▶ Data in this exercise:
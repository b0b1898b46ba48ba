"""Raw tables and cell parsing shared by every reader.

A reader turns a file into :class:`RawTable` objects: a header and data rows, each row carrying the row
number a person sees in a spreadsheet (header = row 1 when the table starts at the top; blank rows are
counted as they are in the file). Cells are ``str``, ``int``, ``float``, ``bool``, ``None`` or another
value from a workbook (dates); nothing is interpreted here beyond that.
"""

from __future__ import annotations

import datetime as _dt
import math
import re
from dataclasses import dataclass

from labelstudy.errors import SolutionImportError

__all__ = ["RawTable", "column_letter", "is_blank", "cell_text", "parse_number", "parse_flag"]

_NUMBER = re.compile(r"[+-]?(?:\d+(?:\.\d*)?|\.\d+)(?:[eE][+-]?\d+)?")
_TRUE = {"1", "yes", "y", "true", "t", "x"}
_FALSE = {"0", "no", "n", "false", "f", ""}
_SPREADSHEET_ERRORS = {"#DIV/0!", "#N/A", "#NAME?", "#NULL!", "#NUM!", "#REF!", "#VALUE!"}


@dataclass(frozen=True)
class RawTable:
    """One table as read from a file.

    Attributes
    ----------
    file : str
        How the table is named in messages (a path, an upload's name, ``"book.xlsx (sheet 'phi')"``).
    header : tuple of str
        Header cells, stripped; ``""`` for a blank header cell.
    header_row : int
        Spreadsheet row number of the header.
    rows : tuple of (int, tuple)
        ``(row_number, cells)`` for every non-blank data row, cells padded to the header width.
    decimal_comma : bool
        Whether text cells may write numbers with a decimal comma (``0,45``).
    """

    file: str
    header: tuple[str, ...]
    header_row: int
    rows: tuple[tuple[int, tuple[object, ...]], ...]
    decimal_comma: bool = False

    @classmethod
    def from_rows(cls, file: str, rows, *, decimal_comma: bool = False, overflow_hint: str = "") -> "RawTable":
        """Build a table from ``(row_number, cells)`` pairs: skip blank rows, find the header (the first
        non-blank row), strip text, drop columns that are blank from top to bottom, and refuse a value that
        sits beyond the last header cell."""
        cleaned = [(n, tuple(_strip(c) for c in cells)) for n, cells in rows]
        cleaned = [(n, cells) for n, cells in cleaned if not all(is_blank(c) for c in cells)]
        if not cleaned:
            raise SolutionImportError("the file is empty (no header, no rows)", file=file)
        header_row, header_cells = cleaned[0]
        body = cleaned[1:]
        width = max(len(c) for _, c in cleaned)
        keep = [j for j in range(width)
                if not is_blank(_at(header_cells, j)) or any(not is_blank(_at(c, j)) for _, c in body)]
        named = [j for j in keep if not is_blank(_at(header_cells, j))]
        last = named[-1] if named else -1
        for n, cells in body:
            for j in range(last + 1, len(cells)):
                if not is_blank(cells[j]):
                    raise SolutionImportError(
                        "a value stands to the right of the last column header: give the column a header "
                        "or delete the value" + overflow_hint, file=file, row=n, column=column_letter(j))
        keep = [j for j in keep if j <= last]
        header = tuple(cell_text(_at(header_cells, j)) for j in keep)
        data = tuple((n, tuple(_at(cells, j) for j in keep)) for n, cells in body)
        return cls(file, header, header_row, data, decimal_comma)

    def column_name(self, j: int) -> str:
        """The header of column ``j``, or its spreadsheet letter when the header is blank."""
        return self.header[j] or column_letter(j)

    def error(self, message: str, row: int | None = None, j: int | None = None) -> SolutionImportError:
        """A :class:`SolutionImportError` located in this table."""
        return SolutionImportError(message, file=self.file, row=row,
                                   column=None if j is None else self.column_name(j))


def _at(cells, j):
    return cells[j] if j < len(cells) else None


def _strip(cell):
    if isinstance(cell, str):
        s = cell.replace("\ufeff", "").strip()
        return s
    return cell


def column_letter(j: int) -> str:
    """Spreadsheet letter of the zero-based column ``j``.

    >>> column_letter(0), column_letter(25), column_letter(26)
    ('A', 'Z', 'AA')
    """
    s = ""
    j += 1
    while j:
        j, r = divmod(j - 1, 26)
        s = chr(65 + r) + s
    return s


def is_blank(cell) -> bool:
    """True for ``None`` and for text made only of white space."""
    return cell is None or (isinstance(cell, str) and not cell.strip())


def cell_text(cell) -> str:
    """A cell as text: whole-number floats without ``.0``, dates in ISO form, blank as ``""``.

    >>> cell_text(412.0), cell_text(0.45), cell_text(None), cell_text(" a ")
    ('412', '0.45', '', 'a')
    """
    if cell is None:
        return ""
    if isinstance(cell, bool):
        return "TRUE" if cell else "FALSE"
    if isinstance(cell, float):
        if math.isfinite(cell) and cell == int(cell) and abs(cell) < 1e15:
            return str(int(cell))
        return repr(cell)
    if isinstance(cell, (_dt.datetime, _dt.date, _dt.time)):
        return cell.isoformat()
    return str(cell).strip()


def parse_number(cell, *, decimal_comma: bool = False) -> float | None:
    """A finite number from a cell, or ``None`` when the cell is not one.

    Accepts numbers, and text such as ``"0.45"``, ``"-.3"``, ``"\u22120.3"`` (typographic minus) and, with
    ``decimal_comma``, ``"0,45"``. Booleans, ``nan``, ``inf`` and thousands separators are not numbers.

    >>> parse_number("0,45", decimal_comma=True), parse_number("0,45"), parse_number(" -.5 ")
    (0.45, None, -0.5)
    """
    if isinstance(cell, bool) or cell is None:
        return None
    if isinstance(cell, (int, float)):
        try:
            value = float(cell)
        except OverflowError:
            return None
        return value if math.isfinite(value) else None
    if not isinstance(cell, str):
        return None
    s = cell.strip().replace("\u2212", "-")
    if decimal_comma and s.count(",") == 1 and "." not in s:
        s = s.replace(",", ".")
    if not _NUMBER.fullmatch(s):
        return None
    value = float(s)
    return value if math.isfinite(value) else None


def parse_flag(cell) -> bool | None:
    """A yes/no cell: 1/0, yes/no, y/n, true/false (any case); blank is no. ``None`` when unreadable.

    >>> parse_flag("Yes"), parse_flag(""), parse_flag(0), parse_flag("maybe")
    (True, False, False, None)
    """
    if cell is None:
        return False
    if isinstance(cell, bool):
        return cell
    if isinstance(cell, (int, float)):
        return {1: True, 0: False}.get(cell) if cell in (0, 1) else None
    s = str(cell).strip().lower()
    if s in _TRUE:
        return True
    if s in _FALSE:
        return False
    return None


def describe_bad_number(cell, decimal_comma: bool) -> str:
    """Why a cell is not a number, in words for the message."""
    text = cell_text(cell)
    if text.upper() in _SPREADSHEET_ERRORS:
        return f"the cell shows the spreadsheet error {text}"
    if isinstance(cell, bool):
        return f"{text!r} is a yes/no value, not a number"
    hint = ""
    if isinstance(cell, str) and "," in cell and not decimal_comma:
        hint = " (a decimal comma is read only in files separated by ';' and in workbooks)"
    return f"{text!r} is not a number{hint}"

▶ What to work on: Nothing should be omitted or altered. Retype the records exactly.

▶ Completed exercise:
repository b0b1898b46ba48ba
"""Raw tables and cell parsing shared by every reader.

A reader turns a file into :class:`RawTable` objects: a header and data rows, each row carrying the row
number a person sees in a spreadsheet (header = row 1 when the table starts at the top; blank rows are
counted as they are in the file). Cells are ``str``, ``int``, ``float``, ``bool``, ``None`` or another
value from a workbook (dates); nothing is interpreted here beyond that.
"""

from __future__ import annotations

import datetime as _dt
import math
import re
from dataclasses import dataclass

from labelstudy.errors import SolutionImportError

__all__ = ["RawTable", "column_letter", "is_blank", "cell_text", "parse_number", "parse_flag"]

_NUMBER = re.compile(r"[+-]?(?:\d+(?:\.\d*)?|\.\d+)(?:[eE][+-]?\d+)?")
_TRUE = {"1", "yes", "y", "true", "t", "x"}
_FALSE = {"0", "no", "n", "false", "f", ""}
_SPREADSHEET_ERRORS = {"#DIV/0!", "#N/A", "#NAME?", "#NULL!", "#NUM!", "#REF!", "#VALUE!"}


@dataclass(frozen=True)
class RawTable:
    """One table as read from a file.

    Attributes
    ----------
    file : str
        How the table is named in messages (a path, an upload's name, ``"book.xlsx (sheet 'phi')"``).
    header : tuple of str
        Header cells, stripped; ``""`` for a blank header cell.
    header_row : int
        Spreadsheet row number of the header.
    rows : tuple of (int, tuple)
        ``(row_number, cells)`` for every non-blank data row, cells padded to the header width.
    decimal_comma : bool
        Whether text cells may write numbers with a decimal comma (``0,45``).
    """

    file: str
    header: tuple[str, ...]
    header_row: int
    rows: tuple[tuple[int, tuple[object, ...]], ...]
    decimal_comma: bool = False

    @classmethod
    def from_rows(cls, file: str, rows, *, decimal_comma: bool = False, overflow_hint: str = "") -> "RawTable":
        """Build a table from ``(row_number, cells)`` pairs: skip blank rows, find the header (the first
        non-blank row), strip text, drop columns that are blank from top to bottom, and refuse a value that
        sits beyond the last header cell."""
        cleaned = [(n, tuple(_strip(c) for c in cells)) for n, cells in rows]
        cleaned = [(n, cells) for n, cells in cleaned if not all(is_blank(c) for c in cells)]
        if not cleaned:
            raise SolutionImportError("the file is empty (no header, no rows)", file=file)
        header_row, header_cells = cleaned[0]
        body = cleaned[1:]
        width = max(len(c) for _, c in cleaned)
        keep = [j for j in range(width)
                if not is_blank(_at(header_cells, j)) or any(not is_blank(_at(c, j)) for _, c in body)]
        named = [j for j in keep if not is_blank(_at(header_cells, j))]
        last = named[-1] if named else -1
        for n, cells in body:
            for j in range(last + 1, len(cells)):
                if not is_blank(cells[j]):
                    raise SolutionImportError(
                        "a value stands to the right of the last column header: give the column a header "
                        "or delete the value" + overflow_hint, file=file, row=n, column=column_letter(j))
        keep = [j for j in keep if j <= last]
        header = tuple(cell_text(_at(header_cells, j)) for j in keep)
        data = tuple((n, tuple(_at(cells, j) for j in keep)) for n, cells in body)
        return cls(file, header, header_row, data, decimal_comma)

    def column_name(self, j: int) -> str:
        """The header of column ``j``, or its spreadsheet letter when the header is blank."""
        return self.header[j] or column_letter(j)

    def error(self, message: str, row: int | None = None, j: int | None = None) -> SolutionImportError:
        """A :class:`SolutionImportError` located in this table."""
        return SolutionImportError(message, file=self.file, row=row,
                                   column=None if j is None else self.column_name(j))


def _at(cells, j):
    return cells[j] if j < len(cells) else None


def _strip(cell):
    if isinstance(cell, str):
        s = cell.replace("\ufeff", "").strip()
        return s
    return cell


def column_letter(j: int) -> str:
    """Spreadsheet letter of the zero-based column ``j``.

    >>> column_letter(0), column_letter(25), column_letter(26)
    ('A', 'Z', 'AA')
    """
    s = ""
    j += 1
    while j:
        j, r = divmod(j - 1, 26)
        s = chr(65 + r) + s
    return s


def is_blank(cell) -> bool:
    """True for ``None`` and for text made only of white space."""
    return cell is None or (isinstance(cell, str) and not cell.strip())


def cell_text(cell) -> str:
    """A cell as text: whole-number floats without ``.0``, dates in ISO form, blank as ``""``.

    >>> cell_text(412.0), cell_text(0.45), cell_text(None), cell_text(" a ")
    ('412', '0.45', '', 'a')
    """
    if cell is None:
        return ""
    if isinstance(cell, bool):
        return "TRUE" if cell else "FALSE"
    if isinstance(cell, float):
        if math.isfinite(cell) and cell == int(cell) and abs(cell) < 1e15:
            return str(int(cell))
        return repr(cell)
    if isinstance(cell, (_dt.datetime, _dt.date, _dt.time)):
        return cell.isoformat()
    return str(cell).strip()


def parse_number(cell, *, decimal_comma: bool = False) -> float | None:
    """A finite number from a cell, or ``None`` when the cell is not one.

    Accepts numbers, and text such as ``"0.45"``, ``"-.3"``, ``"\u22120.3"`` (typographic minus) and, with
    ``decimal_comma``, ``"0,45"``. Booleans, ``nan``, ``inf`` and thousands separators are not numbers.

    >>> parse_number("0,45", decimal_comma=True), parse_number("0,45"), parse_number(" -.5 ")
    (0.45, None, -0.5)
    """
    if isinstance(cell, bool) or cell is None:
        return None
    if isinstance(cell, (int, float)):
        try:
            value = float(cell)
        except OverflowError:
            return None
        return value if math.isfinite(value) else None
    if not isinstance(cell, str):
        return None
    s = cell.strip().replace("\u2212", "-")
    if decimal_comma and s.count(",") == 1 and "." not in s:
        s = s.replace(",", ".")
    if not _NUMBER.fullmatch(s):
        return None
    value = float(s)
    return value if math.isfinite(value) else None


def parse_flag(cell) -> bool | None:
    """A yes/no cell: 1/0, yes/no, y/n, true/false (any case); blank is no. ``None`` when unreadable.

    >>> parse_flag("Yes"), parse_flag(""), parse_flag(0), parse_flag("maybe")
    (True, False, False, None)
    """
    if cell is None:
        return False
    if isinstance(cell, bool):
        return cell
    if isinstance(cell, (int, float)):
        return {1: True, 0: False}.get(cell) if cell in (0, 1) else None
    s = str(cell).strip().lower()
    if s in _TRUE:
        return True
    if s in _FALSE:
        return False
    return None


def describe_bad_number(cell, decimal_comma: bool) -> str:
    """Why a cell is not a number, in words for the message."""
    text = cell_text(cell)
    if text.upper() in _SPREADSHEET_ERRORS:
        return f"the cell shows the spreadsheet error {text}"
    if isinstance(cell, bool):
        return f"{text!r} is a yes/no value, not a number"
    hint = ""
    if isinstance(cell, str) and "," in cell and not decimal_comma:
        hint = " (a decimal comma is read only in files separated by ';' and in workbooks)"
    return f"{text!r} is not a number{hint}"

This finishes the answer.